The students dove right in, with the goal of preparing a presentation by 5 p.m. that day. The AI they were using to work with the data is what Stent calls “small AI,” or machine learning, which involves teaching a computer how to find its own patterns in data. This kind of AI is ubiquitous right now, she said.
“It’s in your thermostat in your house, in the newspaper articles that you’re shown when you wake up, in the way the McDonald’s worker is scheduled for work and called into work. The assessment of people in hospitals, and their healthcare decisions, and the way that education metrics are created,” she said.

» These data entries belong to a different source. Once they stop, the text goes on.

package main

import (
	"compress/gzip"
	"io"
	"net/http"
	"net/http/httptest"
	"strings"
	"testing"
)

func TestEveryAnswerCarriesTheSecurityHeaders(t *testing.T) {
	p := openShop(t)
	want := map[string]string{
		"Content-Security-Policy":      "default-src 'self'; base-uri 'none'; form-action 'self'; frame-ancestors 'none'; object-src 'none'",
		"X-Content-Type-Options":       "nosniff",
		"Referrer-Policy":              "same-origin",
		"Cross-Origin-Opener-Policy":   "same-origin",
		"Cross-Origin-Resource-Policy": "same-origin",
	}
	for _, target := range []string{"/healthz", "/api/builds", "/api/builds/77", "/nowhere", "/static/nothing"} {
		a := p.do(http.MethodGet, target, "")
		for name, value := range want {
			if got := a.header.Values(name); len(got) != 1 || got[0] != value {
				t.Errorf("%s: %s is %q, want %q", target, name, got, value)
			}
		}
	}
	if a := p.do(http.MethodGet, "/healthz", "", "Host", "elsewhere.example"); a.header.Get("Content-Security-Policy") == "" {
		t.Error("a refused host gets no policy")
	}
}

// hostCase is an address listened at and a Host that a request names.
type hostCase struct {
	listen, host string
	ours         bool
}

func TestOnlyOurHostNamesAreAnswered(t *testing.T) {
	for _, c := range []hostCase{
		{"127.0.0.1:8246", "127.0.0.1:8246", true},
		{"127.0.0.1:8246", "localhost:8246", true},
		{"127.0.0.1:8246", "LocalHost", true},
		{"127.0.0.1:8246", "[::1]:8246", true},
		{"127.0.0.1:8246", "[::1]", true},
		{"127.0.0.1:8246", "elsewhere.example", false},
		{"127.0.0.1:8246", "elsewhere.example:8246", false},
		{"127.0.0.1:8246", "localhost.elsewhere.example", false},
		{"127.0.0.1:8246", "127.0.0.1.elsewhere.example", false},
		{"127.0.0.1:8246", "192.0.2.7:8246", false},
		{"127.0.0.1:8246", "", false},
		{"192.0.2.7:80", "192.0.2.7", true},
		{"192.0.2.7:80", "192.0.2.8", false},
		{"Bench.example:80", "bench.example", true},
		{":8246", "192.0.2.7:8246", true},
		{"0.0.0.0:8246", "192.0.2.7:8246", true},
		{"[::]:8246", "[2001:db8::7]:8246", true},
		{":8246", "elsewhere.example:8246", false},
	} {
		if got := hostsFor(c.listen).has(c.host); got != c.ours {
			t.Errorf("listening at %q, host %q is ours: %v, want %v", c.listen, c.host, got, c.ours)
		}
	}
}

func TestForeignHostsReachNothing(t *testing.T) {
	p := openShop(t)
	a := p.do(http.MethodPost, "/api/builds", shelfLight(t), "Content-Type", asJSON, "Host", "elsewhere.example")
	a.wantProblem(t, http.StatusMisdirectedRequest, "")
	p.do(http.MethodGet, "/nowhere", "", "Host", "elsewhere.example").wantStatus(t, http.StatusMisdirectedRequest)
	if list := p.do(http.MethodGet, "/api/builds", ""); list.body != `{"builds":[]}` {
		t.Errorf("it was imported: %s", list.body)
	}
}

// originCase is what a browser says about where a request came from.
type originCase struct {
	name    string
	headers []string
	status  int
}

func TestOtherSitesChangeNothing(t *testing.T) {
	p := openShop(t)
	for _, c := range []originCase{
		{"a program", nil, 201},
		{"our own page", []string{"Sec-Fetch-Site", "same-origin"}, 201},
		{"our own page, older browser", []string{"Origin", p.http.URL}, 201},
		{"another site", []string{"Sec-Fetch-Site", "cross-site"}, 403},
		{"another port of this machine", []string{"Sec-Fetch-Site", "same-site"}, 403},
		{"another site, older browser", []string{"Origin", "http://elsewhere.example"}, 403},
		{"another port, older browser", []string{"Origin", "http://127.0.0.1:9"}, 403},
		{"a sandboxed frame", []string{"Origin", "null"}, 403},
	} {
		a := p.do(http.MethodPost, "/api/builds", shelfLight(t), append([]string{"Content-Type", asJSON}, c.headers...)...)
		if a.status != c.status {
			t.Errorf("%s: status %d, want %d: %s", c.name, a.status, c.status, a.body)
		}
		if c.status == 403 {
			a.wantProblem(t, 403, "")
		}
	}
	p.do(http.MethodPost, "/nowhere", "", "Sec-Fetch-Site", "cross-site").wantStatus(t, http.StatusForbidden)
	p.do(http.MethodGet, "/healthz", "", "Sec-Fetch-Site", "cross-site").wantStatus(t, http.StatusOK)
}

func TestBodiesHaveALimit(t *testing.T) {
	p := openShop(t)
	padded := func(bytes int) string { return shelfLight(t) + strings.Repeat(" ", bytes-len(shelfLight(t))) }
	for _, target := range []string{"/api/check", "/api/builds"} {
		// The longest body is taken, though no build is as long as that.
		p.do(http.MethodPost, target, padded(apiBody), "Content-Type", asJSON).wantProblem(t, http.StatusUnprocessableEntity, "")
		p.do(http.MethodPost, target, padded(apiBody+1), "Content-Type", asJSON).wantProblem(t, http.StatusRequestEntityTooLarge, "")
		p.do(http.MethodPost, target, padded(pageBody+1), "Content-Type", asJSON).wantStatus(t, map[string]int{"/api/check": 200, "/api/builds": 201}[target])
	}
	address := p.importBuild(shelfLight(t))
	p.patch(address, `"1"`, "[]"+strings.Repeat(" ", apiBody)).wantProblem(t, http.StatusRequestEntityTooLarge, "")
}

func TestPageBodiesHaveALimit(t *testing.T) {
	p := openShop(t)
	form := maxBody(pageBody)(p.s.page(func(w http.ResponseWriter, r *http.Request) error {
		return r.ParseForm()
	}))
	for size, want := range map[int]int{pageBody: 200, pageBody + 1: 413} {
		r := httptest.NewRequest(http.MethodPost, "/", strings.NewReader("a="+strings.Repeat("x", size-2)))
		r.Header.Set("Content-Type", "application/x-www-form-urlencoded")
		w := httptest.NewRecorder()
		form.ServeHTTP(w, r)
		if w.Code != want {
			t.Errorf("form of %d bytes: status %d, want %d", size, w.Code, want)
		}
	}
}

func TestOtherMethodsAreToldWhichOnesWork(t *testing.T) {
	p := openShop(t)
	for target, allowed := range map[string]string{
		"/api/builds":          "GET, HEAD, POST",
		"/api/builds/1":        "GET, HEAD, PATCH",
		"/api/builds/1/report": "GET, HEAD",
		"/api/check":           "POST",
		"/healthz":             "GET, HEAD",
	} {
		a := p.do(http.MethodDelete, target, "")
		a.wantProblem(t, http.StatusMethodNotAllowed, "")
		if got := a.header.Get("Allow"); got != allowed {
			t.Errorf("%s allows %q, want %q", target, got, allowed)
		}
	}
	p.do(http.MethodGet, "/api/check", "").wantProblem(t, http.StatusMethodNotAllowed, "")
	for _, target := range []string{"/api", "/api/", "/api/nothing"} {
		p.do(http.MethodGet, target, "").wantProblem(t, http.StatusNotFound, "")
	}
}

func TestPagesArePackedAndDocumentsAreNot(t *testing.T) {
	p := openShop(t)
	a := p.do(http.MethodGet, "/nowhere", "", "Accept-Encoding", "gzip")
	if a.header.Get("Content-Encoding") != "gzip" {
		t.Fatalf("a page is sent as %q", a.header.Get("Content-Encoding"))
	}
	unpacked, err := gzip.NewReader(strings.NewReader(a.body))
	if err != nil {
		t.Fatal(err)
	}
	if page, err := io.ReadAll(unpacked); err != nil || !strings.Contains(string(page), "</html>") {
		t.Errorf("unpacked %d bytes, %v", len(page), err)
	}
	a = p.do(http.MethodGet, p.importBuild(tide(t)), "", "Accept-Encoding", "gzip")
	if a.header.Get("Content-Encoding") != "" || a.body != tide(t) {
		t.Errorf("a document is sent as %q", a.header.Get("Content-Encoding"))
	}
}

func TestAPanicIsAnsweredAndLogged(t *testing.T) {
	p := openShop(t)
	for _, target := range []string{"/page", "/api/thing"} {
		w := httptest.NewRecorder()
		p.s.logged(http.HandlerFunc(func(http.ResponseWriter, *http.Request) {
			panic("the lamp fell over")
		})).ServeHTTP(w, httptest.NewRequest(http.MethodGet, target, nil))
		if w.Code != http.StatusInternalServerError || strings.Contains(w.Body.String(), "lamp") {
			t.Errorf("%s: status %d, %.300s", target, w.Code, w.Body)
		}
	}
	if log := p.log.String(); !strings.Contains(log, "the lamp fell over") || !strings.Contains(log, "security_test.go") {
		t.Errorf("the log has no cause or no stack:\n%s", log)
	}
}
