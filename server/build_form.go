package main

import (
	"errors"
	"fmt"
	"net/url"
	"slices"
	"strconv"
	"strings"

	"lanternbook/calc"
	"lanternbook/calc/quantity"
	"lanternbook/store"
	"lanternbook/web"
)

// formText is what a build's form brought: texts by the names of its entries,
// which are JSON Pointers into the document.
type formText map[string]string

// readText takes the entries out of a posted form. Where a name came twice the
// last one counts.
func readText(posted url.Values) formText {
	texts := formText{}
	for name, values := range posted {
		if strings.HasPrefix(name, "/") && len(values) > 0 {
			texts[name] = strings.ReplaceAll(values[len(values)-1], "\r\n", "\n")
		}
	}
	return texts
}

// offered applies what a button below a field sets: "name=value".
func (f formText) offered(set string) {
	if name, value, found := strings.Cut(set, "="); found && strings.HasPrefix(name, "/") {
		f[name] = value
	}
}

// changed tells whether an entry's text is another one than the document has.
func (f formText) changed(e *web.Entry) bool {
	text, came := f[e.Name]
	return came && strings.TrimSpace(text) != strings.TrimSpace(strings.ReplaceAll(e.Kept, "\r\n", "\n"))
}

// write puts every entry that the form changed into the draft, and returns
// what is wrong with the others, by name. Entries in without are left alone.
// A text that stands for the value the document has already changes nothing.
func (f formText) write(d *draft, form web.BuildForm, b calc.Build, drawer []web.Stock, without map[string]string) map[string]string {
	faults := map[string]string{}
	for _, e := range form.Entries() {
		if _, skip := without[e.Name]; skip || !f.changed(e) {
			continue
		}
		if err := writeEntry(d, e, strings.TrimSpace(f[e.Name]), b, drawer); err != nil {
			faults[e.Name] = err.Error()
		}
	}
	return faults
}

// writeEntry puts one entry into the draft. The error is a sentence for the
// person who typed; the draft is then as it was.
func writeEntry(d *draft, e *web.Entry, text string, b calc.Build, drawer []web.Stock) error {
	if text == "" && e.Empty {
		return d.remove(e.Name)
	}
	switch e.Kind {
	case web.EntryText, web.EntryLines:
		return writeWords(d, e, text)
	case web.EntryTags:
		return d.set(e.Name, readTags(text))
	case web.EntryNumber:
		v, err := quantity.Parse(text, e.Unit)
		if err != nil {
			return err
		}
		return d.set(e.Name, v)
	case web.EntrySpread:
		return writeSpread(d, e, text)
	case web.EntryWhole:
		n, err := strconv.Atoi(text)
		if err != nil {
			return errors.New("write a whole number, like 6")
		}
		return d.set(e.Name, n)
	case web.EntryWanted:
		return writeWanted(d, e.Name, text)
	case web.EntryConductor:
		return writeConductor(d, e.Name, text)
	}
	if !offers(e, text) {
		return errors.New("choose one of the list")
	}
	switch e.Kind {
	case web.EntryRun:
		if text == "" {
			return d.remove(e.Name)
		}
	case web.EntryPart:
		return writePart(d, e.Name, text, drawer)
	case web.EntryDriver:
		return writeDriver(d, strings.TrimSuffix(e.Name, "/kind"), text, b, drawer)
	case web.EntryControl:
		return writeControl(d, e.Name, text, b.Supply.Voltage.Typ)
	case web.EntryRail:
		return writeRail(d, strings.TrimSuffix(e.Name, "/kind"), text, b, drawer)
	case web.EntryEnclosure:
		return writeEnclosure(d, text)
	}
	return d.set(e.Name, text)
}

// offers tells whether a list has this entry.
func offers(e *web.Entry, value string) bool {
	for _, g := range e.Groups {
		if slices.ContainsFunc(g.Options, func(o web.Option) bool { return o.Value == value }) {
			return true
		}
	}
	return false
}

// writeWords keeps a text. Only the title and labels, which name things, must
// not be empty.
func writeWords(d *draft, e *web.Entry, text string) error {
	if text == "" {
		if e.Name == "/title" || strings.HasPrefix(e.Name, "/strings/") {
			return errors.New("this needs a name")
		}
		if _, has := d.get(e.Name); !has {
			return nil
		}
	}
	return d.set(e.Name, text)
}

func readTags(text string) []string {
	tags := []string{}
	for tag := range strings.SplitSeq(text, ",") {
		if tag = strings.TrimSpace(tag); tag != "" && !slices.Contains(tags, tag) {
			tags = append(tags, tag)
		}
	}
	return tags
}

// writeSpread keeps a value with its limits, as one number where it was
// written so.
func writeSpread(d *draft, e *web.Entry, text string) error {
	s, err := quantity.ParseSpread(text, e.Unit)
	if err != nil {
		return err
	}
	if s.Bare {
		return d.set(e.Name, s.Typ)
	}
	return d.set(e.Name, map[string]float64{"min": s.Min, "typ": s.Typ, "max": s.Max})
}

// writeWanted reads a wish: its unit says whether it is a current or a light.
func writeWanted(d *draft, at, text string) error {
	if _, err := quantity.Parse(text, quantity.Number); err == nil {
		return errors.New("say which: 20 mA is a current, 55 lm a light")
	}
	current, err := quantity.Parse(text, quantity.Amp)
	if err == nil {
		return d.set(at, map[string]float64{"current": current})
	}
	flux, failed := quantity.Parse(text, quantity.Lumen)
	if failed == nil {
		return d.set(at, map[string]float64{"luminous_flux": flux})
	}
	return err
}

// writeConductor reads what a run is made of. Which of the two keys it is for
// follows from the text: only ohms per metre have a slash.
func writeConductor(d *draft, at, text string) error {
	parent, _ := pointerSplit(at)
	if strings.Contains(text, "/") {
		ohms, err := quantity.Parse(text, quantity.OhmPerMetre)
		if err != nil {
			return err
		}
		if err := d.remove(at); err != nil {
			return err
		}
		return d.set(parent+"/ohms_per_metre", ohms)
	}
	name := strings.NewReplacer("\u00a0", " ", "mm²", "mm2", "mm^2", "mm2", "sqmm", "mm2").Replace(text)
	if area, err := quantity.Parse(name, quantity.SquareMm); err == nil {
		name = strconv.FormatFloat(area, 'f', -1, 64) + " mm2"
	} else if gauge, found := strings.CutPrefix(strings.ToUpper(name), "AWG"); found {
		name = "AWG " + strings.TrimSpace(gauge)
	}
	if err := d.remove(parent + "/ohms_per_metre"); err != nil {
		return err
	}
	return d.set(at, name)
}

// writeEnclosure opens the can or closes it; a closed one starts with the
// surface of a small case and the heat that still air takes from it.
func writeEnclosure(d *draft, kind string) error {
	if kind == "sealed" {
		return d.set("/enclosure", map[string]any{"kind": "sealed", "surface_area": 0.1, "heat_transfer": 8})
	}
	return d.set("/enclosure", map[string]any{"kind": "open"})
}

// stockOf reads the drawer's parts for the pickers. One that no longer passes
// the reader is left out: it cannot be put into a build.
func stockOf(parts []store.Part) []web.Stock {
	var stock []web.Stock
	for _, p := range parts {
		read, err := calc.ReadPart(p.Document)
		if err != nil {
			continue
		}
		stock = append(stock, web.Stock{Key: p.Key, Part: read, Document: p.Document})
	}
	return stock
}

// writePart gives a place the key of a part. One from the drawer is copied
// whole into the build's own parts first.
func writePart(d *draft, at, value string, drawer []web.Stock) error {
	key, fromDrawer := strings.CutPrefix(value, web.FromDrawer)
	if !fromDrawer {
		return d.set(at, key)
	}
	key, err := copyPart(d, key, drawer)
	if err != nil {
		return err
	}
	return d.set(at, key)
}

// copyPart copies a part of the drawer into the build, and returns the key that
// it has there. A build that has the very part already keeps the one; another
// part under the same key stays as it is, and the copy gets the next free key.
func copyPart(d *draft, key string, drawer []web.Stock) (string, error) {
	i := slices.IndexFunc(drawer, func(s web.Stock) bool { return s.Key == key })
	if i < 0 {
		return "", fmt.Errorf("the drawer has no %q any more", key)
	}
	part, err := decodeTree(drawer[i].Document)
	if err != nil {
		return "", err
	}
	for n := 2; ; n++ {
		own, has := d.get("/parts/" + pointerEscape(key))
		if !has {
			return key, d.set("/parts/"+pointerEscape(key), part)
		}
		if sameJSON(own, part) {
			return key, nil
		}
		key = drawer[i].Key + "-" + strconv.Itoa(n)
	}
}
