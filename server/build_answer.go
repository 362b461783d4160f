package main

import (
	"net/http"

	"lanternbook/web"
)

// answerEdit answers a post of a build's form. A script gets the sections that
// show results; a plain post goes on to the page, unless something typed was
// not taken: then the page stays as it is, with the reasons.
func (s *server) answerEdit(w http.ResponseWriter, r *http.Request, e *buildEdit) error {
	p := &e.page
	if p.conflict != nil {
		p.texts = e.texts
		if fromScript(r) {
			return render(w, r, http.StatusOK, web.BuildStale(s.buildView(*p)))
		}
		return render(w, r, http.StatusConflict, web.BuildPage(s.buildView(*p)))
	}
	if fromScript(r) {
		return s.answerScript(w, r, e)
	}
	if len(p.faults) == 0 && p.notice == "" {
		http.Redirect(w, r, p.address(), http.StatusSeeOther) //nolint:gosec // a path of ours; what was posted is only escaped into its query
		return nil
	}
	if p.drawer == nil {
		var err error
		if p.drawer, err = s.stock(r.Context()); err != nil {
			return err
		}
	}
	p.texts = e.echo()
	return render(w, r, http.StatusUnprocessableEntity, web.BuildPage(s.buildView(*p)))
}

// answerScript sends the sections, and the fields where which of them there are
// has changed. Wrong fields are no failure of the request: it is answered with
// 200, and what is wrong stands beside them.
func (s *server) answerScript(w http.ResponseWriter, r *http.Request, e *buildEdit) error {
	p := &e.page
	fields := e.anew || web.NewBuildForm(p.b, p.drawer).Lists() != e.before
	if fields {
		p.texts = e.echo()
	}
	w.Header().Set("HX-Replace-Url", p.address())
	return render(w, r, http.StatusOK, web.BuildAnswer(s.buildView(*p), fields))
}

// echo is what the fields show when they are drawn anew: what was typed, where
// it was not taken or means what the document has; else what that has.
func (e *buildEdit) echo() formText {
	echoed := formText{}
	d, err := newDraft(e.page.kept.Document)
	if err != nil {
		return echoed
	}
	for _, entry := range web.NewBuildForm(e.page.b, e.page.drawer).Entries() {
		text, came := e.texts[entry.Name]
		if !came {
			continue
		}
		if _, wrong := e.page.faults[entry.Name]; wrong {
			echoed[entry.Name] = text
			continue
		}
		if entry.Groups != nil {
			continue // a list shows what the document has
		}
		before := len(d.ops)
		if writeEntry(d, entry, text, e.page.b, e.page.drawer) == nil && len(d.ops) == before {
			echoed[entry.Name] = text
		}
	}
	return echoed
}
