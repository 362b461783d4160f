package main

import (
	"bytes"
	"encoding/json"
	"os"
	"path/filepath"
	"strings"
	"testing"

	"lanternbook/calc"
)

// commandLine runs the program with arguments and some standard input.
func commandLine(t *testing.T, stdin string, args ...string) (code int, stdout, stderr string) {
	t.Helper()
	var out, complaints bytes.Buffer
	code = run(t.Context(), args, strings.NewReader(stdin), &out, &complaints)
	return code, out.String(), complaints.String()
}

// written puts a document into a file of its own.
func written(t *testing.T, name, document string) string {
	t.Helper()
	path := filepath.Join(t.TempDir(), name)
	if err := os.WriteFile(path, []byte(document), 0o600); err != nil {
		t.Fatal(err)
	}
	return path
}

// withoutRating is shelfLight with nothing to judge its LEDs' heat by.
func withoutRating(t *testing.T) string {
	t.Helper()
	return strings.Replace(shelfLight(t), `"max_junction": 100, `, "", 1)
}

// exitCase is files to check and the exit code.
type exitCase struct {
	name      string
	documents []string
	code      int
}

func TestCheckExitsByTheWorstOfAllFiles(t *testing.T) {
	good, fails, lacking, broken := shelfLight(t), overstacked(t), withoutRating(t), `{"format": "other"}`
	for _, c := range []exitCase{
		{"one that passes", []string{good}, 0},
		{"one that fails", []string{fails}, 1},
		{"one that cannot be judged", []string{lacking}, 1},
		{"one unreadable", []string{broken}, 2},
		{"good, then failing", []string{good, fails}, 1},
		{"failing, then good", []string{fails, good}, 1},
		{"unreadable, then failing", []string{broken, fails}, 2},
		{"failing, then unreadable", []string{fails, broken}, 2},
	} {
		t.Run(c.name, func(t *testing.T) {
			args := []string{"check"}
			for _, document := range c.documents {
				args = append(args, written(t, "build.json", document))
			}
			if code, stdout, stderr := commandLine(t, "", args...); code != c.code {
				t.Errorf("exit %d, want %d\n%s%s", code, c.code, stdout, stderr)
			}
		})
	}
}

func TestCheckPrintsOneReportALine(t *testing.T) {
	first, second := written(t, "a.json", shelfLight(t)), written(t, "b.json", overstacked(t))
	code, stdout, stderr := commandLine(t, "", "check", "-json", first, second)
	if code != 1 || stderr != "" {
		t.Fatalf("exit %d, %s", code, stderr)
	}
	lines := strings.Split(strings.TrimSuffix(stdout, "\n"), "\n")
	if len(lines) != 2 {
		t.Fatalf("%d lines, want 2:\n%s", len(lines), stdout)
	}
	for i, line := range lines {
		var report calc.Report
		if err := json.Unmarshal([]byte(line), &report); err != nil || report.Format != calc.ReportFormat {
			t.Errorf("line %d is no report: %v", i, err)
		}
		if failed := report.Verdict == calc.Fail; failed != (i == 1) {
			t.Errorf("line %d: verdict %s", i, report.Verdict)
		}
	}
}

func TestCheckTellsPeopleWhatIsWrongAndWhatCuresIt(t *testing.T) {
	file := written(t, "tower.json", overstacked(t))
	_, stdout, _ := commandLine(t, "", "check", file)
	if !strings.HasPrefix(stdout, file+": fail\n") {
		t.Errorf("does not start with the verdict:\n%s", stdout)
	}
	for _, words := range []string{"string A", "cure: ", "\u00a0%, at most "} {
		if !strings.Contains(stdout, words) {
			t.Errorf("does not say %q:\n%s", words, stdout)
		}
	}
	if strings.Contains(stdout, "\n  pass") {
		t.Errorf("lists what passes:\n%s", stdout)
	}
}

// figuresCase is a finding's figures as people are told them.
type figuresCase struct {
	name  string
	found calc.Finding
	want  string
}

func TestFiguresAreWrittenWithTheirLimit(t *testing.T) {
	number := func(v float64) *float64 { return &v }
	for _, c := range []figuresCase{
		{"a least", calc.Finding{Value: number(-0.3), Limit: number(0.3), Unit: "V", Least: true}, " −0.300 V, at least 0.300 V"},
		{"a most", calc.Finding{Value: number(0.021), Limit: number(0.02), Unit: "A"}, " 21.0 mA, at most 20.0 mA"},
		{"percents are counted", calc.Finding{Value: number(12.5), Limit: number(80), Unit: "%"}, " 12.5 %, at most 80.0 %"},
		{"value not known", calc.Finding{Limit: number(150), Unit: "°C"}, ", at most 150 °C"},
		{"limit not known", calc.Finding{Value: number(0.4), Unit: "W"}, " 0.400 W"},
		{"neither", calc.Finding{Unit: "V"}, ""},
	} {
		got := strings.ReplaceAll(figures(c.found), "\u00a0", " ")
		if got != c.want {
			t.Errorf("%s: %q, want %q", c.name, got, c.want)
		}
	}
}

func TestCheckReadsStandardInput(t *testing.T) {
	code, stdout, stderr := commandLine(t, shelfLight(t), "check", "-")
	if code != 0 || !strings.HasPrefix(stdout, "-: ") {
		t.Errorf("exit %d\n%s%s", code, stdout, stderr)
	}
	if code, _, _ := commandLine(t, "{", "check", "-"); code != 2 {
		t.Errorf("half a document: exit %d, want 2", code)
	}
}

func TestCheckNamesEachFaultWithItsFileAndPlace(t *testing.T) {
	broken := strings.NewReplacer(`"max_current": 1}`, `"max_current": true}`, `"part": "amber"`, `"part": "red"`).Replace(shelfLight(t))
	file := written(t, "broken.json", broken)
	code, stdout, stderr := commandLine(t, "", "check", file)
	if code != 2 || stdout != "" {
		t.Errorf("exit %d, %s", code, stdout)
	}
	for _, place := range []string{file + ": /supply/max_current: ", file + ": /strings/0/leds/0/part: "} {
		if !strings.Contains(stderr, place) {
			t.Errorf("does not name %s:\n%s", place, stderr)
		}
	}
	missing := filepath.Join(t.TempDir(), "missing.json")
	code, _, stderr = commandLine(t, "", "check", missing, t.TempDir())
	if code != 2 || strings.Count(stderr, "\n") != 2 || strings.Count(stderr, missing) != 1 {
		t.Errorf("exit %d, %q; want 2 and one sentence each", code, stderr)
	}
}

func TestCheckRefusesWhatIsTooLargeToBeABuild(t *testing.T) {
	code, _, stderr := commandLine(t, shelfLight(t)+strings.Repeat(" ", apiBody), "check", "-")
	if code != 2 || !strings.Contains(stderr, "8 MiB") {
		t.Errorf("exit %d, %s", code, stderr)
	}
}

// usageCase is a command line and what comes of it.
type usageCase struct {
	args   []string
	code   int
	stdout string // words on standard output
	stderr string // words on standard error
}

func TestCommandLine(t *testing.T) {
	for _, c := range []usageCase{
		{[]string{"help"}, 0, "check [-json] FILE...", ""},
		{[]string{"-h"}, 0, "serve [-listen 127.0.0.1:8246] [-data FILE]", ""},
		{[]string{"--help"}, 0, "serve", ""},
		{[]string{"check"}, 2, "", "needs a file"},
		{[]string{"check", "-xml", "a"}, 2, "", "-xml"},
		{[]string{"check", "-h"}, 0, "", "-json"},
		{[]string{"plan"}, 2, "", "no proposals"},
		{[]string{"plan", "-json", "brief.json"}, 2, "", "no proposals"},
		{[]string{"dance"}, 2, "", `no command "dance"`},
		{[]string{"serve", "now"}, 2, "", `no "now"`},
		{[]string{"-port", "8"}, 2, "", "-port"},
	} {
		code, stdout, stderr := commandLine(t, "", c.args...)
		if code != c.code || !strings.Contains(stdout, c.stdout) || !strings.Contains(stderr, c.stderr) {
			t.Errorf("%v: exit %d, want %d\nstdout: %s\nstderr: %s", c.args, code, c.code, stdout, stderr)
		}
		if (c.stdout == "") != (stdout == "") || (c.stderr == "") != (stderr == "") {
			t.Errorf("%v: words on the wrong side\nstdout: %s\nstderr: %s", c.args, stdout, stderr)
		}
	}
}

Although some of their conclusions were not ultimately pertinent—the distance to water connection was a red herring, caused by the fact that much of Waterville’s municipal land is close to water—others were, Klepach said.
“I was pretty impressed by what they were able to do in a day. I worked on that data for weeks and months, and given the extremely short period of time they had, it was pretty interesting what they did,” he said. “It was a first pass for those students to begin thinking about the problem, and we identified some students who were really talented and interested in it.”
Baron Wang ’24, one of the participating students, was on the team that won an award for the best usage of Dataiku. “Overall, I would say the datathon was a fun, topical, and intellectually challenging experience that I would definitely recommend to other people,” he said. “I like how the professors and the assistants were able to offer help and clarification whenever we were stuck.”
Wang decided to participate because he saw an opportunity to gain real-world experience with his data-analysis skills, and he’s glad he did.
“It was more than worthwhile, and we learned a lot about browntail moth caterpillars,” he said.